Customers typically want to secure by securing runtime environments since discovering all the APIs they have as well as finding and mitigating vulnerabilities reduces risk by 80 percent pretty much right away, Eliyahu said. From there, Eliyahu said clients are looking to apply the insights they’ve obtained to the application design and testing phases to ensure their building and staging environments are also secure.

“Two years from now, we know the world is going to move into more and more companies wanting to have more insights on the earlier side in addition to the runtime,” Eliyahu said. Salt Security most frequently competes against Ping Identity’s PingIntelligence product as well as CloudVector, which was acquired by Imperva last month, according to Eliyahu.

From a runtime perspective, Eliyahu said Salt Security is looking to add more and more attack cases that address different roles in the organization. Runtime security is today a more significant part of Salt’s business than ‘shift left’ initiatives, but Eliyahu said customers are starting initiatives today that will help push security earlier in the development lifecycle.

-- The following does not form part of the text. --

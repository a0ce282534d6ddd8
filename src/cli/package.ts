import { fileURLToPath } from 'node:url';

/** Folder of the installed package. */
export const packageFolder = (): string => fileURLToPath(new URL('../..', import.meta.url));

As for go-to-market, Eliyahu said Salt Security brought in longtime Nutanix leader Anton Granic to build out its sales and channel organization. Nearly half of Salt’s business goes through the channel today, with a number of Fortune 500 companies and midsize enterprises alike introducing Salt to solution providers they already had close relationships with, according to Eliyahu.

Under Granic, Eliyahu said Salt Security plans to double down on training and enablement for partners as well as provide financial incentives that reward solution providers that invest significantly in the relationship. The company works with a ‘double-digit’ number of channel partners, though Eliyahu was unable to provide an exact figure.

From a metrics standpoint, Eliyahu said Salt Security is most focused on customer retention, executing on its product roadmap, and maintaining its current pace of innovation. Salt has excelled not only at landing new customers but also at growing its wallet share with existing customers, who expand their use of the company’s technology within the organization when it’s time for renewal, Eliyahu said.

“As we are really the first leading company in this category, we keep innovating and defining in more areas what the category should look like,” Eliyahu said.